James Wade hat sich nach seiner Nichtberücksichtigung für die Premier League Darts öffentlich zu Wort gemeldet. Trotz einer starken Saison gehört der Routinier zu den wenigen Topspielern, die keine Einladung für die prestigeträchtige Darts-Roadshow erhalten haben.
Wade spielte 2025 eines seiner konstantesten Jahre seit Langem. Er erreichte die Finals zweier Ranglisten-Major-Turniere, der UK Open und des World Matchplay, und musste sich jeweils nur Luke Littler geschlagen geben. Hinzu kamen ein Titel im Rahmen der Players Championship-Serie sowie vier Halbfinalteilnahmen auf der European Tour.
Frühes WM-Aus und deutliche Worte
Möglicherweise deutete sich das Aus von „The Machine“ jedoch bereits bei der PDC Darts WM 2026 an, als Ricky Evans Wade überraschend aus dem Turnier warf. Der frühere Premier-League-Champion, der zuletzt 2022 Teil der Elite-Liga war, reagierte anschließend deutlich und teilte gegen die PDC aus, nachdem sie ihn bei der Verkündung des diesjährigen Line-ups außen vor gelassen hatte.
In einem weiteren Statement erklärte er ausführlicher: „Enttäuscht, aber stolz auf die Arbeit, die ich dieses Jahr in die Verfolgung eines Ziels gesteckt habe – die Rückkehr in die Premier League. Es verpasst zu haben, tut weh, aber das gehört zur Reise. Ich habe meinen Leistungen in den großen Momenten vertraut, zwei Major-Finals und zwei Major-Viertelfinals, und ich werde weiter auf diesen Prozess setzen. Jetzt zurück an die Arbeit. 2026 bin ich bereit.“
Wade wollte die Premier-League-Chance
Dass der Traum von der Premier League nicht einfach werden würde, hatte Wade selbst bereits früh im Jahr eingeräumt. Der Engländer, der aktuell außerhalb der Top-10 steht, betonte, dass er sich seinen Platz eher erkämpfen müsse, statt auf eine Einladung zu hoffen.
Gegenüber BBC Sport sagte Wade: „Top Vier ist eine Traumposition, aber sie ist erreichbar. In den Top-10 zu bleiben, ist harte Arbeit. Ich würde die Chance lieben, in die Premier League zurückzukehren, aber wir werden sehen, was passiert – ich denke, ich muss in den Top Vier sein, um dabei zu sein.“
Gleichzeitig blickte Wade mit Stolz auf seine bisherige Karriere zurück. „Es ist erstaunlich, wie weit das Spiel gekommen ist, von kleinen Pubs zu Darts rund um die Welt“, sagte er. „Ich erinnere mich an mein erstes Mal in der O2 vor 12.500 Zuschauern – das war ein magischer Moment im Darts.“
Unterstützung erhielt Wade unter anderem von Adrian Lewis, der seine Leistungen im Laufe des Jahres ausdrücklich lobte. Auch viele Fans kritisierten die Entscheidung der PDC, nicht nur Wade, sondern auch Danny Noppert trotz starker Major-Läufe außen vor zu lassen.
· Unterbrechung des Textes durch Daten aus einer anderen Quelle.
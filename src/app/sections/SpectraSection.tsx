import { useCallback, useMemo, useState } from "react";
import { unitOf } from "../../core/unitText.ts";
import { spectrumSentences } from "../../export/sentences/spectrumSentences.ts";
import type { FigureOptions, PickedCurve } from "../../figures/figureSpec.ts";
import { formatPosition, withUnit } from "../../figures/formatNumber.ts";
import { localSpectrumFigure } from "../../figures/localSpectrumFigure.ts";
import { possibleForm } from "../../figures/spectrumCurves.ts";
import { spectrumFigure } from "../../figures/spectrumFigure.ts";
import type { PickedStation, WorkspaceChange } from "../../sheet/workspace.ts";
import { figureName } from "../page/figureNumbers.ts";
import { pickLetters } from "../page/pickLetters.ts";
import { createStillCases } from "../page/stillCases.ts";
import type { CaseView } from "../session/caseView.ts";
import { ArgumentSection, type SectionFigure } from "./ArgumentSection.tsx";
import { CaseMark } from "./CaseMark.tsx";
import { ChoiceField } from "./ChoiceField.tsx";
import { FigureBlock } from "./FigureBlock.tsx";
import { Fold } from "./Fold.tsx";
import { LocalNumbers } from "./LocalNumbers.tsx";
import { lineMeanings } from "./lineMeaning.ts";
import { RichText } from "./RichText.tsx";

const forms = {
  compensated: "compensated",
  premultiplied: "premultiplied",
  kolmogorov: "Kolmogorov form",
  dimensional: "dimensional",
} as const;
type Form = keyof typeof forms;
const components = {
  E11: "of u, E₁₁",
  E22: "of v, E₂₂",
  E33: "of w, E₃₃",
  E12: "co-spectrum of u and v, E₁₂",
} as const;
type Component = keyof typeof components;

/** Spectra and correlations of the stations picked on the ruler. */
export function SpectraSection({
  cases,
  stale,
  picked,
  onChange,
}: {
  cases: readonly CaseView[];
  stale: boolean;
  picked: readonly PickedStation[];
  onChange: (change: WorkspaceChange) => void;
}) {
  const [form, setForm] = useState<Form>("compensated");
  const [component, setComponent] = useState<Component>("E11");
  const still = useMemo(createStillCases, []);
  const steady = still(cases);
  const build = useCallback(
    (shown: readonly CaseView[], options: FigureOptions) =>
      spectrumFigure(pickedCurves(shown, picked), options, form, component),
    [picked, form, component],
  );
  const buildLocal = useCallback(
    (options: FigureOptions) => localSpectrumFigure(pickedCurves(steady, picked), options),
    [steady, picked],
  );
  const curves = useMemo(() => pickedCurves(steady, picked), [steady, picked]);
  const sentences = useMemo(() => spectrumSentences(curves), [curves]);
  const figure: SectionFigure = {
    name: figureName("spectra"),
    title: "Spectra and autocorrelations of the picked stations",
    widthMm: 178,
    build,
    caption: <Caption form={possibleForm(curves, form)} component={component} curves={curves} />,
  };
  const notes = [
    {
      name: "Picked on the ruler",
      fact: `${curves.length} stations`,
      body: (
        <>
          <PickedList curves={curves} cases={cases} onChange={onChange} />
          {component !== "E12" && (
            <ChoiceField label="spectra" value={form} choices={forms} onChange={setForm} />
          )}
          <ChoiceField label="component" value={component} choices={components} onChange={setComponent} />
        </>
      ),
    },
  ];
  return (
    <ArgumentSection
      id="spectra"
      cases={cases}
      stale={stale}
      sentences={sentences}
      figure={curves.length > 0 ? figure : null}
      notes={notes}
    >
      {curves.length === 0 && (
        <p className="reason">
          {cases.some(({ stations }) => stations.some((station) => station.curves !== null))
            ? "No station is picked. A click on a tick of the ruler, or the space bar on it, picks one."
            : "A profile holds no records, so there are no spectra."}
        </p>
      )}
      {curves.some(({ station }) => station.curves?.local) && (
        <Fold name="Local slope, isotropy scale by scale">
          <FigureBlock
            name={figureName("spectra", true)}
            title="Local slope of the spectra, and E22 against isotropy"
            widthMm={178}
            build={buildLocal}
            caption={localCaption}
          />
          <LocalNumbers curves={curves} />
        </Fold>
      )}
    </ArgumentSection>
  );
}

const localCaption = (
  <>
    (<i>a</i>) <RichText text="Local slope of E₁₁ over bands; dashed: −5/3." /> (<i>b</i>), (<i>c</i>){" "}
    <RichText text="Spectra of v and w over the one that E₁₁ implies in isotropic flow." />
  </>
);

/** What the panels show, in the form and of the component that were chosen. */
function Caption({
  form,
  component,
  curves,
}: {
  form: Form;
  component: Component;
  curves: readonly CurveOfCase[];
}) {
  const revived = curves.some(({ station }) => station.curves?.revival !== undefined);
  const meanings = new Set(
    curves.flatMap(({ station }) => lineMeanings(station.facts.lines?.along ?? "x") ?? []),
  );
  return (
    <>
      (<i>a</i>){" "}
      <RichText
        text={
          component === "E12"
            ? "Co-spectrum of u and v, k₁ E₁₂/(u′v′), in bands: equal areas carry equal shares of the correlation; upright strokes: 95 %, without the quadrature part;"
            : `One-sided spectra ${components[component]}, ${forms[form]}, in bands; upright strokes: 95 % by chi-square;`
        }
      />{" "}
      thin: further downstream. (<i>b</i>) Autocorrelation; ringed: its first zero, the limit of the integral.
      {revived && (
        <>
          {" "}
          (<i>c</i>) The correlation revives where the inflow is replayed; ringed: the period, which is all
          that counts of the record.
        </>
      )}
      {[...meanings].map((text) => (
        <span key={text}>
          {" "}
          On <RichText text={text} />.
        </span>
      ))}
    </>
  );
}

/** A picked station with what the sentences and the figure need of its case. */
interface CurveOfCase extends PickedCurve {
  readonly caseId: string;
  readonly of: CaseView;
}

function PickedList({
  curves,
  cases,
  onChange,
}: {
  curves: readonly CurveOfCase[];
  cases: readonly CaseView[];
  onChange: (change: WorkspaceChange) => void;
}) {
  const unit = unitOf("L", cases[0].of.sheet.units);
  return (
    <ul className="picked-list">
      {curves.map(({ letter, of, station, caseId }) => (
        <li key={letter}>
          <i className="sym">{letter}</i> <CaseMark mark={of.mark} /> {of.name},{" "}
          {withUnit(formatPosition(station.x), unit)}{" "}
          <button
            type="button"
            className="action"
            aria-label={`Leave out ${of.name}, ${station.x}`}
            onClick={() => onChange({ kind: "unpick", station: { caseId, x: station.x } })}
          >
            leave out
          </button>
        </li>
      ))}
    </ul>
  );
}

/** The picked stations that have curves, with their letters. */
function pickedCurves(cases: readonly CaseView[], picked: readonly PickedStation[]): CurveOfCase[] {
  return pickLetters(picked).flatMap(({ caseId, x, letter }) => {
    const of = cases.find(({ id }) => id === caseId);
    const station = of?.stations.find((each) => each.x === x);
    return of && station?.curves ? [{ of, station, letter, caseId }] : [];
  });
}
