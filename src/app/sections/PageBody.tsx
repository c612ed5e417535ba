import { lazy, type RefObject, Suspense } from "react";
import { useStore } from "zustand";
import type { Picker } from "../page/FilePicker.tsx";
import type { CaseView } from "../session/caseView.ts";
import { heldOf } from "../session/nextSession.ts";
import type { PageStore } from "../session/pageStore.ts";
import type { PageWork } from "../session/pageWork.ts";
import { EmptyState } from "./EmptyState.tsx";
import { FailedState } from "./FailedState.tsx";
import { LookingState } from "./ReadingState.tsx";

/** Fetched while the first files are read: an empty page needs none of it. */
const Argument = lazy(async () => ({ default: (await import("./Argument.tsx")).Argument }));

/** What stands under the head in each state of the session. */
export function PageBody({
  store,
  work,
  cases,
  narrow,
  picker,
  onDemo,
}: {
  store: PageStore;
  work: PageWork;
  cases: readonly CaseView[];
  narrow: boolean;
  picker: RefObject<Picker | null>;
  onDemo: () => void;
}) {
  const { session } = useStore(store);
  const held = heldOf(session);
  return (
    <>
      {session.kind === "reading" && (
        <div className="row page-top">
          <div />
          <div>
            <LookingState offer={session.offer} />
          </div>
        </div>
      )}
      {session.kind === "failed" && <FailedState aside={session.aside} />}
      {(session.kind === "empty" || session.kind === "failed" || (held !== null && cases.length === 0)) && (
        <EmptyState
          onFiles={() => picker.current?.files()}
          onFolder={() => picker.current?.folder()}
          onDemo={onDemo}
        />
      )}
      {held !== null && cases.length > 0 && (
        <Suspense>
          <Argument store={store} work={work} held={held} cases={cases} narrow={narrow} />
        </Suspense>
      )}
    </>
  );
}
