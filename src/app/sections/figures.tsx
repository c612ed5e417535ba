import { balanceFigure } from "../../figures/balanceFigure.ts";
import { isotropyFigure } from "../../figures/isotropyFigure.ts";
import { scalesFigure } from "../../figures/scalesFigure.ts";
import { figureName } from "../page/figureNumbers.ts";
import type { SectionFigure } from "./ArgumentSection.tsx";
import { RouteTable } from "./RouteTable.tsx";
import type { Note } from "./SectionFrame.tsx";

/** The figures that need nothing but the cases, with their captions. */
export const isotropyPicture: SectionFigure = {
  name: figureName("isotropy"),
  title: "Ratios of the rms velocities along the stream",
  widthMm: 178,
  build: isotropyFigure,
  caption: (
    <>
      Ratios of the rms velocities; one in isotropic turbulence. Filled: inside the fit window. Bars: 95 %.
      Shaded: tolerance.
    </>
  ),
};

export const scalesPicture: SectionFigure = {
  name: figureName("scales"),
  title: "Length scales and Taylor Reynolds number along the stream",
  widthMm: 178,
  build: scalesFigure,
  caption: (
    <>
      (<i>a</i>) Integral, Taylor and Kolmogorov lengths; bars smaller than a marker are not drawn. (<i>b</i>)
      Taylor Reynolds number. Lines, where the axis starts at the origin, have the slopes that <i>n</i> and a
      constant <i>C</i>
      <sub className="sym">ε</sub> imply; only their height is fitted. Pennant: in doubt, see the flags.
    </>
  ),
};

export const balancePicture: SectionFigure = {
  name: figureName("balance"),
  title: "Dissipation of the decay over that of the gradients",
  widthMm: 86,
  build: balanceFigure,
  beside: (cases) => <RouteTable cases={cases} />,
  caption: (
    <>Dissipation that the decay asks for over the one that gradients carry. Bars: 95 %. Shaded: tolerance.</>
  ),
};

export const isotropyNotes: readonly Note[] = [
  {
    name: "Isotropy",
    body: (
      <p>
        Ratios of one component to another say nothing of the small scales: those are judged by the balance of
        the dissipation.
      </p>
    ),
  },
];

export const balanceNotes: readonly Note[] = [
  {
    name: "How to read it",
    body: (
      <p>
        One within its interval where gradients are resolved and the flow is homogeneous and stationary. Above
        one: gradients are lost, to the grid, the filter or the sampling. Below one: noise, or a flow still
        developing.
      </p>
    ),
  },
];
Nic Gayer ist seit 2022 im Journalismus tätig und begann seine Laufbahn als freier Redakteur im Lokaljournalismus für eine Tageszeitung. Heute berichtet er für Dartsnews.de über den professionellen Dartsport und ordnet das aktuelle Geschehen ein – von großen Turnieren bis zu Entwicklungen abseits der Bühne.
Regelmäßig ist er bei Events vor Ort und begleitet rund 20 Turniere pro Jahr, wo er Interviews führt, unter anderem mit Luke Littler, Luke Humphries, Michael van Gerwen, Gerwyn Price sowie Martin Schindler, Gian van Veen und Josh Rock.
Zudem ist er eine der prägenden Stimmen im englischsprachigen Dartsnews Podcast und Co-Host des Sport-Podcasts Overtime Takes.
Nic arbeitet aus der Nähe von München und steht kurz vor dem Abschluss als Bachelor of Arts in Sportjournalismus.
In seiner Berichterstattung legt er großen Wert auf sorgfältige Quellenprüfung, präzise Einordnung und aktualisiert Inhalte, sobald neue, gesicherte Informationen vorliegen.
Hard work pays off… really?
Disappointed, but proud of the work I put in this year chasing one goal getting back to the Premier League. Missing out hurts, but that’s part of the journey.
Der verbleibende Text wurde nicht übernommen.